* DATA EXCERPTS:
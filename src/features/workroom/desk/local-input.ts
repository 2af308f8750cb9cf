/** A moment as a field for day and time has it, in the time of this machine: "2031-03-14T09:30". */
export function localInput(at: number): string {
  const date = new Date(at);
  const two = (n: number) => String(n).padStart(2, '0');
  const day = `${date.getFullYear()}-${two(date.getMonth() + 1)}-${two(date.getDate())}`;
  return `${day}T${two(date.getHours())}:${two(date.getMinutes())}`;
}

/** How the zone of this machine is called at that time: "GMT+2". */
export function zoneWords(input: string): string {
  const at = new Date(input);
  const parts = new Intl.DateTimeFormat('en-GB', { timeZoneName: 'shortOffset' }).formatToParts(
    Number.isNaN(at.getTime()) ? new Date() : at,
  );
  return parts.find(({ type }) => type === 'timeZoneName')?.value ?? 'UTC';
}

/** "Friday, 14 March 2031 at 09:30", in the time of this machine. */
export const momentWords = (at: number): string =>
  new Intl.DateTimeFormat('en-GB', { dateStyle: 'full', timeStyle: 'short' }).format(at);
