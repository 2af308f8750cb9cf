import { useRef, type ReactNode } from 'react';
import { Icon } from '@/components/Icon';

export interface ColumnHeadProps {
  readonly title: string;
  readonly shortcut: string;
  /** What the selection lights in this column, in words; null when nothing is selected. */
  readonly lit: string | null;
  /** What a lit place looks like in this column. */
  readonly places?: string;
  /** Steps through the lit places in another way than scrolling to them. */
  readonly onStep?: (by: 1 | -1) => void;
  /** What can be begun in this column. */
  readonly action?: ReactNode;
}

/** A column's name, its key, and how many places the selected measure lights in it, with previous and next. */
export function ColumnHead({ title, shortcut, lit, places = '[data-lit]', onStep, action }: ColumnHeadProps) {
  const head = useRef<HTMLElement>(null);
  const at = useRef(-1);
  const step = (by: 1 | -1) => {
    if (onStep !== undefined) return onStep(by);
    const found = [...(head.current?.closest('.desk-column')?.querySelectorAll<HTMLElement>(places) ?? [])];
    if (found.length === 0) return;
    at.current = (Math.max(at.current, by === 1 ? -1 : found.length) + by + found.length) % found.length;
    const place = found[at.current];
    place?.scrollIntoView({ block: 'center', behavior: 'smooth' });
    place?.animate?.([{ outline: '3px solid var(--plum)' }, { outline: '3px solid transparent' }], { duration: 900 });
  };
  return (
    <header className="column-head" ref={head}>
      <h2>{title}</h2>
      <kbd>{shortcut}</kbd>
      <span className="gap" />
      {lit === null ? null : (
        <span className="lit-count">
          <i aria-hidden="true" />
          <span aria-live="polite">{lit}</span>
          <button type="button" onClick={() => step(-1)}>
            <Icon name="chevron-up" label={`Previous lit place in ${title.toLowerCase()}`} />
          </button>
          <button type="button" onClick={() => step(1)}>
            <Icon name="chevron-down" label={`Next lit place in ${title.toLowerCase()}`} />
          </button>
        </span>
      )}
      {action}
    </header>
  );
}
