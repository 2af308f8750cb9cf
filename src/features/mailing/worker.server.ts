import { config } from '@/config.server';
import { PAUSE_AFTER_AWAY } from './backoff';
import { copyMessage, templateOf, type Template } from './copy.server';
import { fanOut, mailingsToPrepare } from './fan-out.server';
import { openGate, readGate, shutGate } from './gate.server';
import { letterMessage, recordLetter, takeLetter, type DueLetter } from './letters.server';
import { judge, type Answer } from './outcome';
import {
  claim,
  finishMailings,
  handOver,
  pauseMailing,
  record,
  recover,
  release,
  sendingMailings,
  type Copy,
} from './outbox.server';
import { senderParts } from './sender';
import { LANES, openTransport, type MailTransport, type Message } from './transport.server';
import { holdLease, leaveLease, newOwner } from './worker-lease.server';

export interface WorkerParts {
  readonly transport: MailTransport;
  /** Milliseconds since the epoch. */
  readonly clock?: () => number;
  readonly random?: () => number;
  readonly lanes?: number;
  readonly owner?: string;
}

export interface MailWorker {
  /** Keeps the lease, makes rows, and fills the free lanes, which then go on by themselves. True when it may work. */
  round(): boolean;
  /** When nothing is under way any more. */
  settled(): Promise<void>;
  /** Starts nothing more; waits for what is under way, at most so long, and puts back what was only claimed. */
  stop(options?: { readonly patience?: number }): Promise<void>;
}

const CLAIMED_AT_ONCE = 16;
const KEEP_LEASE_EVERY = 5_000;

/** The mail worker without a timer round it: everything it needs is given, so that a test can drive it. */
export function createMailWorker({
  transport,
  clock = Date.now,
  random = Math.random,
  lanes = LANES,
  owner = newOwner(),
}: WorkerParts): MailWorker {
  const claimed: number[] = [];
  const lanesInUse = new Set<Promise<void>>();
  const inFlight = new Set<number>();
  const templates = new Map<string, Template>();
  const { domain } = senderParts(config.mailFrom);
  let stopping = false;
  let heldSince: number | null = null;

  const isShut = () => (readGate()?.opensAt ?? 0) > clock();

  function afterAnswer(answer: Answer): void {
    const outcome = judge(answer);
    if (outcome.kind !== 'server away') {
      if (answer.code !== null && readGate()) openGate();
      return;
    }
    const now = clock();
    const gate = shutGate(answer.reply, now);
    if (!outcome.pause && now - gate.since < PAUSE_AFTER_AWAY) return;
    const why = outcome.pause
      ? 'The mail server refuses our sign-in'
      : 'The mail server has been away for half an hour';
    for (const mailing of sendingMailings()) pauseMailing(mailing, now, `${why}: ${answer.reply}`);
  }

  async function sendLetter(letter: DueLetter): Promise<void> {
    const answer = await transport.send(letterMessage(letter));
    recordLetter(letter, answer, { now: clock(), random: random() });
    afterAnswer(answer);
  }

  async function sendCopy(id: number): Promise<void> {
    const copy = handOver(id, owner, clock());
    if (!copy) return;
    inFlight.add(id);
    try {
      const answer = await handToServer(copy);
      record(copy, owner, { answer, outcome: judge(answer), now: clock(), random: random() });
      afterAnswer(answer);
    } finally {
      inFlight.delete(id);
    }
  }

  async function handToServer(copy: Copy): Promise<Answer> {
    let message: Message;
    try {
      const template = templates.get(copy.mailingId) ?? templateOf(copy.mailingId);
      templates.set(copy.mailingId, template);
      message = copyMessage(template, copy);
    } catch (error) {
      // Nothing was sent: this must not look like a lost answer.
      console.error('A copy of a mailing could not be written.', error);
      return { phase: 'connect', code: null, reply: 'This copy could not be written.', refusedHere: true };
    }
    return transport.send(message);
  }

  /** Letters first: somebody is waiting for them. */
  function nextJob(): (() => Promise<void>) | null {
    if (stopping || heldSince === null || isShut()) return null;
    const letter = takeLetter(clock());
    if (letter) return () => sendLetter(letter);
    if (claimed.length === 0) claimed.push(...claim(owner, { now: clock(), limit: CLAIMED_AT_ONCE }));
    const id = claimed.shift();
    return id === undefined ? null : () => sendCopy(id);
  }

  /** Each lane takes its next job itself, so that a slow one holds up nobody else. */
  function fill(): void {
    while (lanesInUse.size < lanes) {
      const job = nextJob();
      if (!job) return;
      const lane: Promise<void> = job()
        .catch((error: unknown) => console.error('The mail worker could not finish a mail.', error))
        .then(() => {
          lanesInUse.delete(lane);
          fill();
        })
        .catch((error: unknown) => console.error('The mail worker could not take the next mail.', error));
      lanesInUse.add(lane);
    }
  }

  async function settled(): Promise<void> {
    while (lanesInUse.size > 0) await Promise.race(lanesInUse);
  }

  return {
    settled,
    round() {
      const now = clock();
      if (stopping) return false;
      if (heldSince === null || now - heldSince >= KEEP_LEASE_EVERY) heldSince = holdLease(owner, now) ? now : null;
      if (heldSince === null) {
        // Whoever holds it puts these back.
        claimed.length = 0;
        return false;
      }
      recover(owner, now, [...inFlight]);
      for (const mailing of mailingsToPrepare()) fanOut(mailing, { now, domain });
      fill();
      const sending = sendingMailings();
      if (sending.length > 0) finishMailings(now);
      for (const mailing of templates.keys()) if (!sending.includes(mailing)) templates.delete(mailing);
      return true;
    },
    async stop({ patience = 20_000 } = {}) {
      stopping = true;
      let timer: NodeJS.Timeout | undefined;
      const enough = new Promise<void>((resolve) => (timer = setTimeout(resolve, patience)));
      await Promise.race([settled(), enough]);
      clearTimeout(timer);
      release(claimed.splice(0), owner);
      if (heldSince !== null) leaveLease(owner);
      transport.close();
    },
  };
}

const BETWEEN_ROUNDS = 400;

/**
 * Sends what the outbox and the letters hold until it is stopped. Several processes may start one: only the one that
 * holds the lease works, another takes over when it is gone.
 */
export function startMailWorker({ smtpUrl }: { readonly smtpUrl: string }): {
  /** Waits for what is under way; asked again, for the same. */
  stop(): Promise<void>;
} {
  const worker = createMailWorker({ transport: openTransport(smtpUrl) });
  const turn = () => {
    try {
      worker.round();
    } catch (error) {
      console.error('The mail worker stumbled and goes on.', error);
    }
  };
  const timer = setInterval(turn, BETWEEN_ROUNDS);
  turn();

  let stopped: Promise<void> | undefined;
  const stop = () => {
    clearInterval(timer);
    return (stopped ??= worker.stop());
  };
  return { stop };
}
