import { useStore } from '@nanostores/react';
import { useState } from 'react';
import { Icon } from '@/components/Icon';
import type { MeasureDef } from '@/engine';
import { namesOf } from '@/features/projects/formula-names';
import { fieldOfFault } from '@/features/projects/proof-place';
import { AddMeasure } from './AddMeasure';
import { Choices } from './Choices';
import { ColumnHead } from './ColumnHead';
import type { DeskStore, Draft } from './desk-store';
import { cutText } from './figure-text';
import { FitList } from './FitList';
import { MeasureRow } from './MeasureRow';
import { PatternPart } from './PatternPart';
import { RangeTrial } from './RangeTrial';
import { FormulaPattern } from './use-completion';
import { UnitsAndGrid } from './UnitsAndGrid';

/** Measures asked and worked, choices, and fits at the size shown. */
export function MeasuresColumn({ store }: { readonly store: DeskStore }) {
  const draft = useStore(store.$draft);
  const work = useStore(store.$work);
  const lit = useStore(store.$lit);
  const names = namesOf(draft.pattern);
  const faults = work.compiled.ok ? [] : work.compiled.faults;
  const figures = new Map(work.live?.figures.measures.map((figure) => [figure.name, figure]));
  const follow = lit === null ? '' : lit.followers.length === 1 ? '1 follows it' : `${lit.followers.length} follow it`;
  const [said, setSaid] = useState<{ readonly name: string; readonly words: string; readonly draft: Draft } | null>(
    null,
  );
  const renamed = said?.draft === draft ? said : null;
  const rows = (measures: readonly MeasureDef[]) =>
    measures.map((measure) => (
      <MeasureRow
        key={measure.name}
        store={store}
        measure={measure}
        names={names}
        faults={faults}
        figure={figures.get(measure.name)}
        lit={lit}
        stale={work.stale}
        sizing={draft.sizing}
        renamed={renamed?.name === measure.name ? renamed.words : null}
        onRenamed={(name, words) => setSaid({ name, words, draft: store.$draft.get() })}
      />
    ));
  const finer = draft.pattern.measures.filter((measure) => measure.ask?.finer);
  const [finerOpen, setFinerOpen] = useState(false);
  // What is selected or does not read is never folded away.
  const needsFiner = finer.some(
    (measure) => lit?.selected === measure.name || faults.some((fault) => fieldOfFault(fault, measure.name) !== null),
  );
  const finerShown = finerOpen || needsFiner;

  const inShort = (measure: MeasureDef) => {
    const figure = figures.get(measure.name);
    return figure ? `${measure.name} ${cutText(figure, draft.sizing)}` : measure.name;
  };

  return (
    <FormulaPattern.Provider value={draft.pattern}>
      <section className="desk-column" data-column="measures" aria-label="Measures" tabIndex={-1}>
        <ColumnHead title="Measures" shortcut="Alt 1" lit={lit === null ? null : `${lit.selected}: ${follow}`} />
        <div className="desk-scroll">
          <UnitsAndGrid store={store} />
          <table className="measures">
            <thead>
              <tr>
                <th scope="col">Name</th>
                <th scope="col">Question or formula</th>
                <th scope="col" className="figures">
                  Exact
                </th>
                <th scope="col" className="figures">
                  As cut
                </th>
                <th scope="col">Rounds</th>
              </tr>
            </thead>
            <tbody>
              <GroupRow words="Asked" rest="of the reader" />
              {rows(draft.pattern.measures.filter((measure) => measure.ask && !measure.ask.finer))}
            </tbody>
            {finer.length === 0 ? null : (
              <tbody>
                <tr className="measure-finer">
                  <td colSpan={5}>
                    <button type="button" aria-expanded={finerShown} onClick={() => setFinerOpen(!finerShown)}>
                      <Icon name={finerShown ? 'chevron-down' : 'chevron-right'} />
                      <b>Finer points</b>
                      <span>{finerShown ? 'asked, but set apart' : finer.map(inShort).join(' · ')}</span>
                    </button>
                  </td>
                </tr>
                {finerShown ? rows(finer) : null}
              </tbody>
            )}
            <tbody>
              <GroupRow words="Worked" rest="out by formulas" />
              {rows(draft.pattern.measures.filter((measure) => !measure.ask))}
            </tbody>
          </table>
          <p className="visually-hidden" role="status">
            {renamed?.words}
          </p>
          <AddMeasure store={store} pattern={draft.pattern} />
          <Choices store={store} draft={draft} lit={lit} names={names} faults={faults} />
          <FitList store={store} work={work} draft={draft} lit={lit} names={names} />
          <RangeTrial store={store} draft={draft} work={work} />
          <PatternPart store={store} />
        </div>
      </section>
    </FormulaPattern.Provider>
  );
}

const GroupRow = ({ words, rest }: { readonly words: string; readonly rest: string }) => (
  <tr className="measure-group">
    <th scope="rowgroup" colSpan={5}>
      {words} <span>{rest}</span>
    </th>
  </tr>
);
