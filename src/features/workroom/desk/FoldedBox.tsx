import { useEffect, useRef, useState } from 'react';
import { foldedViewHtml } from '@/components/folded/markup';
import { showFolded } from '@/components/folded/show';
import '@/components/folded/folded.css';
import type { LiveFigures } from '@/writeup/live';

/** The whole box, which can be turned and folded; its figures follow, the way it is turned and folded stays. */
export function FoldedBox({ model, figures }: LiveFigures) {
  const place = useRef<HTMLDivElement>(null);
  // Written once: from then on the element draws itself.
  const [html] = useState(() => foldedViewHtml({ model, figures, width: 260, height: 220, id: 'whole-box-folded' }));
  useEffect(() => void import('@/components/folded/folded-view.client'), []);
  useEffect(() => {
    if (place.current) showFolded(place.current, model, figures);
  }, [model, figures]);
  return <div ref={place} dangerouslySetInnerHTML={{ __html: html }} />;
}
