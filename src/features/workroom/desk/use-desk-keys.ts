import { useEffect, useRef } from 'react';
import type { Column } from './Desk';
import type { DeskStore } from './desk-store';
import type { FinderDialog } from './find/DeskFinder';

export interface DeskKeys {
  readonly store: DeskStore;
  readonly focusColumn: (column: Column) => void;
  readonly toggleProof: () => void;
  readonly find: (dialog: FinderDialog) => void;
}
const FINDER_KEYS: Readonly<Record<string, FinderDialog>> = { KeyG: 'go to', KeyK: 'keys' };
const COLUMN_KEYS: Readonly<Record<string, Column>> = { Digit1: 'measures', Digit2: 'pieces', Digit3: 'write-up' };

/** Alt 1, 2, 3 go to a column, Alt P opens the proof list, Alt G finds a place, Alt K shows the keys, Ctrl Z and Ctrl Shift Z step back and forth outside the editor, Escape puts the light out. */
export function useDeskKeys(keys: DeskKeys): void {
  const latest = useRef(keys);
  latest.current = keys;
  useEffect(() => {
    const press = (event: KeyboardEvent) => {
      const { store, focusColumn, toggleProof, find } = latest.current;
      const target = event.target instanceof Element ? event.target : null;
      if (target?.closest('dialog')) return;
      // By place on the keyboard: on some layouts Alt turns digits into other signs.
      if (event.altKey && !event.shiftKey && !event.ctrlKey && !event.metaKey) {
        const column = COLUMN_KEYS[event.code];
        if (column !== undefined) {
          event.preventDefault();
          return focusColumn(column);
        }
        const dialog = FINDER_KEYS[event.code];
        if (dialog !== undefined) {
          event.preventDefault();
          return find(dialog);
        }
        if (event.code === 'KeyP') {
          event.preventDefault();
          return toggleProof();
        }
      }
      const inEditor = target?.closest('[data-column="write-up"]') != null;
      if (inEditor) return;
      if (event.key === 'Escape' && !event.defaultPrevented) return store.select(null);
      if ((event.ctrlKey || event.metaKey) && !event.altKey && event.key.toLowerCase() === 'z') {
        event.preventDefault();
        return event.shiftKey ? store.redo() : store.undo();
      }
      if (event.ctrlKey && !event.altKey && event.key.toLowerCase() === 'y') {
        event.preventDefault();
        store.redo();
      }
    };
    document.addEventListener('keydown', press);
    return () => document.removeEventListener('keydown', press);
  }, []);
}
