/**
 * SQL that holds for a delivery `d` whose recipient must not be written to any more: left, not confirmed, or suppressed.
 * Every statement that moves a delivery towards being sent carries it, so that leaving counts up to the last moment.
 */
export const MUST_NOT_BE_SENT = `(
  EXISTS (SELECT 1 FROM suppression x WHERE x.email_key = delivery.email_key)
  OR NOT EXISTS (SELECT 1 FROM subscriber s WHERE s.id = delivery.subscriber_id AND s.state = 'confirmed')
)`;
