import type { Pattern, Sizing } from '@/engine';
import { checkRange, type RangeCheck } from '@/features/projects/proof-range';

export interface RangeRequest {
  readonly pattern: Pattern;
  readonly sizing: Sizing;
}

self.addEventListener('message', ({ data }: MessageEvent<RangeRequest>) => {
  const checked: RangeCheck | null = checkRange(data.pattern, data.sizing);
  self.postMessage(checked);
});
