import { useStore } from '@nanostores/react';
import { Icon } from '@/components/Icon';
import type { MaterialDef, NamedFormula, OrderLine, Pattern } from '@/engine';
import { namesOf } from '@/features/projects/formula-names';
import { freeName, removedAt, replacedAt } from '@/features/projects/list-edits';
import type { DeskStore } from './desk-store';
import { LabelledFormula, orNothing, TextField } from './fields';

interface ListProps {
  readonly store: DeskStore;
  readonly pattern: Pattern;
}

function useFaultsAt(store: DeskStore) {
  const { compiled } = useStore(store.$work);
  return (where: string) => (compiled.ok ? [] : compiled.faults.filter((fault) => fault.where === where));
}

const Out = ({ what, onTake }: { readonly what: string; readonly onTake: () => void }) => (
  <button type="button" className="text-button small" onClick={onTake}>
    Take out<span className="visually-hidden"> {what}</span>
  </button>
);
const More = ({ label, onAdd }: { readonly label: string; readonly onAdd: () => void }) => (
  <button type="button" className="text-button small" onClick={onAdd}>
    <Icon name="plus" /> {label}
  </button>
);

/** What readers are told of the finished box: so long, so wide, so tall, inside and outside. */
export function FinishedSizes({ store, pattern }: ListProps) {
  const faultsAt = useFaultsAt(store);
  const names = namesOf(pattern);
  const edit = (field: string | null, side: 'inside' | 'outside', sizes: readonly NamedFormula[]) =>
    store.editPattern(field, (now) => ({ ...now, finished: { ...now.finished, [side]: sizes } }));
  return (['inside', 'outside'] as const).map((side) => {
    const sizes = pattern.finished[side];
    return (
      <div key={side}>
        <h4>Finished size, {side}</h4>
        {sizes.map((size, index) => (
          <div key={index} className="field-row">
            <TextField
              label="Called"
              of={`${side} size ${index + 1}`}
              value={size.name}
              onChange={(name) => edit(`${side}.${index}.name`, side, replacedAt(sizes, index, { ...size, name }))}
            />
            <LabelledFormula
              label="Is"
              of={`${side} size ${size.name}`}
              value={size.formula}
              names={names}
              lit={null}
              faults={faultsAt(`finished ${side} “${size.name}”`)}
              onChange={(formula) =>
                edit(`${side}.${index}.formula`, side, replacedAt(sizes, index, { ...size, formula }))
              }
            />
            <Out what={`${side} size ${size.name}`} onTake={() => edit(null, side, removedAt(sizes, index))} />
          </div>
        ))}
        <More
          label={`Size ${side}`}
          onAdd={() => {
            const words = ['long', 'wide', 'tall'].filter((word) => !sizes.some(({ name }) => name === word));
            const name =
              words[0] ??
              freeName(
                'size',
                sizes.map((size) => size.name),
              );
            const asked = pattern.measures.filter(({ ask, kind }) => ask && !ask.finer && kind === undefined);
            edit(null, side, [...sizes, { name, formula: asked[sizes.length]?.name ?? '1 in' }]);
          }}
        />
      </div>
    );
  });
}

/** The order of making, which a new project's steps begin as. */
export function OrderLines({ store, pattern }: ListProps) {
  const faultsAt = useFaultsAt(store);
  const lines = pattern.order;
  const edit = (field: string | null, order: readonly OrderLine[]) =>
    store.editPattern(field, (now) => ({ ...now, order }));
  const lineOf = (says: string, when: string | undefined): OrderLine => (when === undefined ? says : { says, when });
  return (
    <div>
      <h4>Order of making, for projects that begin with it</h4>
      {lines.map((line, index) => {
        const { says, when } = typeof line === 'string' ? { says: line, when: undefined } : line;
        return (
          <div key={index} className="order-line">
            <TextField
              label={`${index + 1}.`}
              of="order of making"
              rows={2}
              maxLength={1000}
              value={says}
              onChange={(next) => edit(`order.${index}`, replacedAt(lines, index, lineOf(next, when)))}
            />
            <LabelledFormula
              label="Only when"
              of={`line ${index + 1} of the order of making`}
              value={when ?? ''}
              names={namesOf(pattern)}
              lit={null}
              faults={faultsAt(`order ${index + 1}, when`)}
              onChange={(next) => edit(`order.${index}.when`, replacedAt(lines, index, lineOf(says, orNothing(next))))}
            />
            <Out what={`line ${index + 1}`} onTake={() => edit(null, removedAt(lines, index))} />
          </div>
        );
      })}
      <More label="Line" onAdd={() => edit(null, [...lines, 'Cut and score every piece.'])} />
    </div>
  );
}

/** What making takes besides card, paper and glue. */
export function MaterialsList({ store, pattern }: ListProps) {
  const faultsAt = useFaultsAt(store);
  const list = pattern.materials ?? [];
  const names = namesOf(pattern);
  const edit = (field: string | null, materials: readonly MaterialDef[]) =>
    store.editPattern(field, (now) => ({ ...now, materials: materials.length === 0 ? undefined : materials }));
  return (
    <div>
      <h4>What else it takes: ribbon, knobs</h4>
      {list.map((material, index) => {
        const change = (field: string, part: Partial<MaterialDef>) =>
          edit(`material.${index}.${field}`, replacedAt(list, index, { ...material, ...part }));
        const at = `material “${material.name}”`;
        return (
          <div key={index} className="field-row">
            <TextField
              label="Called"
              of={`material ${index + 1}`}
              value={material.name}
              onChange={(name) => change('name', { name })}
            />
            <LabelledFormula
              label="How much"
              of={material.name}
              value={material.formula}
              {...{ names, lit: null }}
              faults={faultsAt(at)}
              onChange={(formula) => change('formula', { formula })}
            />
            <LabelledFormula
              label="Only when"
              of={material.name}
              value={material.when ?? ''}
              {...{ names, lit: null }}
              faults={faultsAt(`${at}, when`)}
              onChange={(when) => change('when', { when: orNothing(when) })}
            />
            <Out what={material.name} onTake={() => edit(null, removedAt(list, index))} />
          </div>
        );
      })}
      <More
        label="Material"
        onAdd={() =>
          edit(null, [
            ...list,
            {
              name: freeName(
                'ribbon',
                list.map(({ name }) => name),
              ),
              formula: '12 in',
            },
          ])
        }
      />
    </div>
  );
}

* PROBLEM STATEMENT:
Tell how many lines above contain the word "small". Give the number alone.

* OUTPUT OF THE EXERCISE:
2